He’s Not Just Selling Coffee, He’s Selling Time
Ted Lisitsyn didn’t launch Manna Coffee because he wanted to sell espresso. He launched it because he wanted to give people more control over their lives.
He just didn’t know that at first.
Manna began with a frustrating moment—one that’s all too familiar for laid-off tech workers. Ted and his co-founder had just lost their jobs at large companies. They met up in New York, grabbed three cups of coffee, and realized they’d just spent almost $30 on something that used to be affordable.
It wasn’t just the price. It was the system behind it.
“We started thinking: why does coffee cost this much?” Ted says. “Why is there no affordable, high-quality option that’s easy to access?”
They didn’t want to open another café. They wanted to build something that scaled. Something efficient. Something better. So they got to work on Manna—a smart coffee kiosk that serves real Italian espresso drinks at a fraction of the price.
But that’s just where the story starts.
Ted had always been a builder. Back in Russia, he was a founding team member at one of the country’s largest grocery delivery startups. He helped launch Instamart (yes, modeled on Instacart), where he built out the first marketing team, the first ad platform, and the first partnerships with CPG brands.
It wasn’t glamorous.
“It was like being a mini-CEO of five or six divisions,” he says. “I learned every part of the business.”
But he wanted more. More autonomy. More impact. And—eventually—more freedom.
So after moving to the U.S., Ted took roles at big companies like Google, but kept getting pulled into the startup world. He worked with founders. Helped new companies break into the U.S. market. Built product strategies. Ran go-to-market plans.
Still, he couldn’t launch anything of his own—not yet.
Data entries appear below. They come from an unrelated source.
//! The walk engine's view of one outage's surviving network (`Graph`: usable arcs, processing sites, demands) and the shortest-path trees pricing runs on it (`dijkstra`, O((V + A) log V) per root).

use super::*;
use std::cmp::Ordering;
use std::collections::BinaryHeap;

use crate::model::Network;
use crate::solve::surviving::Surviving;

/// The surviving network of one outage, as pricing and repair see it.
pub(super) struct Graph<'a> {
    pub(super) net: &'a Network,
    pub(super) site_alive: Vec<bool>,
    /// Per arc: usable (link alive, capacity > 0).
    pub(super) arc_usable: Vec<bool>,
    /// Per site: survives with processing > 0.
    pub(super) can_process: Vec<bool>,
    /// Per site: usable class arcs leaving it / entering it (see `rep`).
    pub(super) out: Vec<Vec<usize>>,
    pub(super) inc: Vec<Vec<usize>>,
    /// The usable class arcs.
    pub(super) usable: Vec<usize>,
    /// Surviving sites with processing > 0.
    pub(super) procs: Vec<usize>,
    /// Per arc: the first usable arc with the same ends and direction (its *class*);
    /// itself for an unusable arc. Parallel arcs of one direction are interchangeable in
    /// the LP, so pricing, repair and masters see one arc per class whose capacity is
    /// the class's total ([`Graph::split`] spreads the flow back over the links).
    pub(super) rep: Vec<usize>,
    /// Per class arc: its usable members, in arc order (the class arc first).
    pub(super) members: Vec<Vec<usize>>,
    /// Per class arc: Σ capacity of its members (the arc's own capacity otherwise).
    pub(super) class_cap: Vec<f64>,
    /// Some class has two members or more.
    pub(super) merged: bool,
}

impl<'a> Graph<'a> {
    /// The pricing graph of the surviving network `view` (the same view the edge LP and
    /// the certificate use).
    pub(super) fn new(net: &'a Network, view: &Surviving) -> Graph<'a> {
        let n = net.sites.len();
        let mut out = vec![Vec::new(); n];
        let mut inc = vec![Vec::new(); n];
        let mut rep: Vec<usize> = (0..net.arcs.len()).collect();
        let mut members: Vec<Vec<usize>> = vec![Vec::new(); net.arcs.len()];
        let mut class_cap: Vec<f64> = net.arcs.iter().map(|a| a.capacity).collect();
        let mut first: std::collections::HashMap<(usize, usize), usize> =
            std::collections::HashMap::new();
        let mut usable = Vec::new();
        let mut merged = false;
        for &a in &view.arcs {
            let arc = &net.arcs[a];
            match first.get(&(arc.from.0, arc.to.0)) {
                Some(&r) => {
                    rep[a] = r;
                    members[r].push(a);
                    class_cap[r] += arc.capacity;
                    merged = true;
                }
                None => {
                    first.insert((arc.from.0, arc.to.0), a);
                    members[a].push(a);
                    out[arc.from].push(a);
                    inc[arc.to].push(a);
                    usable.push(a);
                }
            }
        }
        let procs = (0..n).filter(|&v| view.can_process[v]).collect();
        Graph {
            net,
            site_alive: view.site_alive.clone(),
            arc_usable: view.arc_usable.clone(),
            can_process: view.can_process.clone(),
            out,
            inc,
            usable,
            procs,
            rep,
            members,
            class_cap,
            merged,
        }
    }

    /// Walk `w` (of any arcs) in class arcs, when it survives this outage.
    pub(super) fn lift(&self, w: &Walk) -> Option<Walk> {
        if !w.survives(self) {
            return None;
        }
        if !self.merged {
            return Some(w.clone());
        }
        Some(Walk::from_legs(
            w.demand,
            w.site,
            w.arcs
                .iter()
                .flat_map(|&(a, k)| std::iter::repeat_n(self.rep[a], usize::from(k))),
        ))
    }

    /// `s` (in class arcs) spread over the real links: each walk's flow on a class fills
    /// the members in arc order (a walk splits where a member fills up), so each member's
    /// load stays within its capacity when the class's load is within the class's (a last
    /// remainder of rounding goes to the class's last member). Prices: each member gets
    /// its class's. O(walks · class crossings · members).
    pub(super) fn split(&self, s: Solved) -> Solved {
        if !self.merged {
            return s;
        }
        let mut rem: Vec<f64> = self.net.arcs.iter().map(|a| a.capacity).collect();
        let mut walks = Vec::with_capacity(s.walks.len());
        let mut flow = Vec::with_capacity(s.flow.len());
        for (w, &f) in s.walks.iter().zip(&s.flow) {
            let arcs: Vec<usize> = w
                .arcs
                .iter()
                .flat_map(|&(a, k)| std::iter::repeat_n(a, usize::from(k)))
                .collect();
            let mut pieces: Vec<(f64, Vec<usize>)> = vec![(f, arcs.clone())];
            if f > 0.0 {
                for (i, &a) in arcs.iter().enumerate() {
                    let ms = &self.members[a];
                    if ms.len() < 2 {
                        continue;
                    }
                    let mut next = Vec::new();
                    for (amount, path) in pieces {
                        let mut left = amount;
                        for &m in ms {
                            if left <= 0.0 {
                                break;
                            }
                            let take = left.min(rem[m]);
                            if take <= 0.0 {
                                continue;
                            }
                            rem[m] -= take;
                            left -= take;
                            let mut p = path.clone();
                            p[i] = m;
                            next.push((take, p));
                        }
                        if left > 0.0 {
                            let m = *ms.last().expect("a class has a member");
                            rem[m] -= left;
                            let mut p = path.clone();
                            p[i] = m;
                            next.push((left, p));
                        }
                    }
                    pieces = next;
                }
            }
            for (amount, path) in pieces {
                walks.push(Walk::from_legs(w.demand, w.site, path));
                flow.push(amount);
            }
        }
        let mut arc_price = s.arc_price;
        for &r in &self.usable {
            for &m in &self.members[r][1..] {
                arc_price[m] = arc_price[r];
            }
        }
        Solved {
            walks,
            flow,
            value: s.value,
            arc_price,
            site_price: s.site_price,
        }
    }

    /// Capacities that can bind for demand caps `caps` (the presolve of
    /// [`super::flow::build`]): each arc at most `2·Σ caps` (a walk crosses an arc at most
    /// twice), each site at most `Σ caps`. Using them leaves the optimum unchanged and keeps
    /// a capacity written as 1e12 from setting the scale of the master. O(arcs + sites).
    /// Class arcs carry their class's capacity.
    pub(super) fn effective(&self, caps: &[f64]) -> (Vec<f64>, Vec<f64>) {
        let total: f64 = caps.iter().sum();
        (
            self.class_cap.iter().map(|c| c.min(2.0 * total)).collect(),
            self.net
                .sites
                .iter()
                .map(|s| s.processing.min(total))
                .collect(),
        )
    }

    /// [`Graph::effective`] per real arc (no classes): what the certificate and the
    /// verifier use.
    pub(super) fn effective_real(&self, caps: &[f64]) -> (Vec<f64>, Vec<f64>) {
        let total: f64 = caps.iter().sum();
        (
            self.net
                .arcs
                .iter()
                .map(|a| a.capacity.min(2.0 * total))
                .collect(),
            self.net
                .sites
                .iter()
                .map(|s| s.processing.min(total))
                .collect(),
        )
    }

    /// Per demand: its cap when it survives and the cap is positive, else 0.
    pub(super) fn caps(&self, volume: bool) -> Vec<f64> {
        self.net
            .demands
            .iter()
            .map(|d| {
                if self.site_alive[d.from] && self.site_alive[d.to] {
                    if volume { d.volume } else { d.required }
                } else {
                    0.0
                }
            })
            .collect()
    }
}

/// A shortest-path tree: distance, hop count and the tree arc at each node (`usize::MAX`
/// at the root and at unreached nodes).
pub(crate) struct Tree {
    pub(crate) dist: Vec<f64>,
    pub(crate) hops: Vec<u32>,
    pub(crate) pred: Vec<usize>,
}

impl Tree {
    /// Pushes onto `legs` this tree's arcs on the way from node `x` to the tree's root
    /// `root`, in that order: in a tree from the root (`forward`, as [`dijkstra`]) each
    /// step goes back along an arc to its `from` end, in a tree to the root along it to its
    /// `to` end. `x` must be reached (a finite `dist`). O(path length).
    pub(super) fn push_path(
        &self,
        net: &Network,
        mut x: usize,
        root: usize,
        forward: bool,
        legs: &mut Vec<usize>,
    ) {
        while x != root {
            let a = self.pred[x];
            legs.push(a);
            let arc = &net.arcs[a];
            x = if forward { arc.from.0 } else { arc.to.0 };
        }
    }
}

/// A heap entry of a Dijkstra that breaks ties by hop count, then node index (shared by
/// the base and the layered walk pricing).
#[derive(PartialEq)]
pub(crate) struct Item {
    pub(crate) dist: f64,
    pub(crate) hops: u32,
    pub(crate) node: usize,
}

impl Eq for Item {}

impl Ord for Item {
    /// Reversed (a max-heap pops the least distance, then fewest hops, then lowest node).
    fn cmp(&self, other: &Self) -> Ordering {
        other
            .dist
            .total_cmp(&self.dist)
            .then(other.hops.cmp(&self.hops))
            .then(other.node.cmp(&self.node))
    }
}

impl PartialOrd for Item {
    fn partial_cmp(&self, other: &Self) -> Option<Ordering> {
        Some(self.cmp(other))
    }
}

/// Dijkstra from `root` (`forward`) or to `root` (reverse) with arc lengths `max(y, 0)`,
/// ties broken by hop count. O(arcs · log sites).
pub(super) fn dijkstra(g: &Graph, root: usize, y: &[f64], forward: bool) -> Tree {
    let adj = |v: usize| -> &[usize] { if forward { &g.out[v] } else { &g.inc[v] } };
    shortest_tree(&g.net.arcs, g.net.sites.len(), adj, root, y, forward)
}

/// Dijkstra over `n` sites from `root` (`forward`: along the arcs `adj(v)` leaving each
/// site `v`) or to `root` (reverse: `adj(v)` are the arcs entering `v`, walked backwards),
/// arc `a` of length `max(y[a], 0)`; ties broken by hop count, then by site index (the
/// heap order of [`Item`]). Shared by the base walk engine's pricing and the chain
/// engine's pricing rooted at function sites. Invariant: every arc in `adj` indexes
/// `arcs` and `y`. O(arcs · log sites).
pub(crate) fn shortest_tree<'a>(
    arcs: &[crate::model::Arc],
    n: usize,
    adj: impl Fn(usize) -> &'a [usize],
    root: usize,
    y: &[f64],
    forward: bool,
) -> Tree {
    let mut t = Tree {
        dist: vec![f64::INFINITY; n],
        hops: vec![u32::MAX; n],
        pred: vec![usize::MAX; n],
    };
    let mut done = vec![false; n];
    let mut heap = BinaryHeap::new();
    t.dist[root] = 0.0;
    t.hops[root] = 0;
    heap.push(Item {
        dist: 0.0,
        hops: 0,
        node: root,
    });
    while let Some(Item { dist, hops, node }) = heap.pop() {
        if done[node] {
            continue;
        }
        done[node] = true;
        for &a in adj(node) {
            let arc = &arcs[a];
            let next = if forward { arc.to.0 } else { arc.from.0 };
            if done[next] {
                continue;
            }
            let nd = dist + y[a].max(0.0);
            let nh = hops + 1;
            if nd
                .total_cmp(&t.dist[next])
                .then(nh.cmp(&t.hops[next]))
                .is_lt()
            {
                t.dist[next] = nd;
                t.hops[next] = nh;
                t.pred[next] = a;
                heap.push(Item {
                    dist: nd,
                    hops: nh,
                    node: next,
                });
            }
        }
    }
    t
}
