"""The metric vocabulary: one small language naming every quantity docgen computes.

The same words are used in ``require`` lines, in live values in prose, in ``estimate`` lines and
in the history and diff tables.  The grammar is the table :data:`FORMS`: each form is a sequence
of literal words and slots (``{freq}``, ``{band}``, ``{amplitude}``, ``{part}``, ``{net}``,
``{metric}``), the results section it reads and its unit.  :func:`parse` turns text into a
:class:`Metric`; :func:`docgen.metric_values.evaluate` reads its value from a results dict.

Units: every metric value is in SI base units, decibels for gains and ratios in dB, degrees for
phase, and a plain fraction for quantities shown in percent (THD, yield, overshoot): the unit
``%`` means "a fraction, shown ×100".
"""

from __future__ import annotations

import re
from collections.abc import Iterable
from dataclasses import dataclass, field
from typing import Any

from docgen.diagnostics import did_you_mean
from docgen.units import QuantityError, parse_quantity


@dataclass(frozen=True, slots=True)
class Form:
    """One form of the grammar.

    :param pattern: literal words and slots separated by single spaces.
    :param name: the form's identifier (used by evaluation).
    :param section: the results section the value is read from.
    :param unit: the metric's unit (``None``: the unit of the part quantity or inner metric).
    :param meaning: one line for the docs.
    """

    pattern: str
    name: str
    section: str
    unit: str | None
    meaning: str

    @property
    def words(self) -> tuple[str, ...]:
        """The pattern split into words and slots."""
        return tuple(self.pattern.split(" "))
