import { escapeHtml } from "../escape.ts";

/**
 * SVG text content for a label written in the plain notation of plot specs:
 * `k_B` or `a_{Q}` gets a subscript and `e^Σ` or `10^{−3}` a superscript, as a
 * physicist writes them. A name such as the column `Vg_mV` is shown as written.
 * Everything else is escaped as it stands.
 */
export function richTextSvg(text: string): string {
  const parts: string[] = [];
  // The base is a lone letter (`k_B`, not the `g` of a column named `Vg_mV`), a number, or a closing bracket.
  const pattern = /((?<![\p{L}\p{N}_])\p{L}|(?<![\p{L}_])\p{N}+|[)⟩\]])([_^])(\{([^}]*)\}|[−-]?[\p{L}\p{N}]+)/gu;
  let last = 0;
  for (const m of text.matchAll(pattern)) {
    const at = m.index ?? 0;
    parts.push(escapeHtml(text.slice(last, at + m[1].length)));
    const shift = m[2] === "_" ? "sub" : "super";
    parts.push(`<tspan baseline-shift="${shift}" font-size="75%">${escapeHtml(m[4] ?? m[3])}</tspan>`);
    last = at + m[0].length;
  }
  parts.push(escapeHtml(text.slice(last)));
  return parts.join("");
}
“I was waiting on my green card,” Ted says. “It was like I had all these ideas and nowhere to go with them.”
But then it all clicked. He got his paperwork. Got laid off. Met a co-founder. Found a coffee industry veteran with real kiosk experience. Everything aligned.
“That’s why we named it Manna,” Ted says. “It felt like something falling from the sky. Everything just came together at once.”
They launched their first location in a low-traffic part of Brooklyn—not exactly a dream spot, but it gave them a place to test everything. Pricing. Recipes. Marketing. Design. Over the course of a year, they changed 90% of what they started with.
They didn’t just build a kiosk. They built trust.
“We knew people were skeptical about coffee vending machines,” Ted says. “So we made the machine visible—real Italian espresso. No powders. Nothing hidden.”
Today, Manna isn’t a hardware company. It’s a platform—for customers and entrepreneurs.
The model is simple: Manna builds the kiosks, places them in high-traffic locations, and partners with individuals who want to run their own mini business. They call it “business in a box”—and for a growing number of operators, it’s working.
“We’re not just selling a machine,” Ted says. “We’re selling the chance to build something of your own—on your own terms.”
It’s deeply personal. Especially for immigrants and first-generation entrepreneurs. Some kiosk owners are buying their first asset. Others are supplementing income for their families. And many are just trying to reclaim their time.
“If you own 20 kiosks, you don’t need to work anymore,” Ted says. “It’s five hours a week. It’s a system.”
And that’s what motivates him now.
Manna is in 24 locations today, with more than 50 coming by June. They’re live in MTA stations, hospitals, airports, and small businesses. They’ve raised funding, launched a crowdfunding campaign, and built out a small team that runs on “two pizzas and AI.”
But the real goal isn’t just expansion. It’s ownership.
“We want to build a network of 5,000 kiosks,” Ted says. “But more than that—we want to help hundreds of people find freedom. We want to give them time back.”
Because that’s the thing people always regret. Not spending enough time with family. Not traveling. Not starting the side project. Not enjoying life while they were chasing income.
Ted’s trying to change that—with a kiosk, a cappuccino, and a radically different approach to entrepreneurship.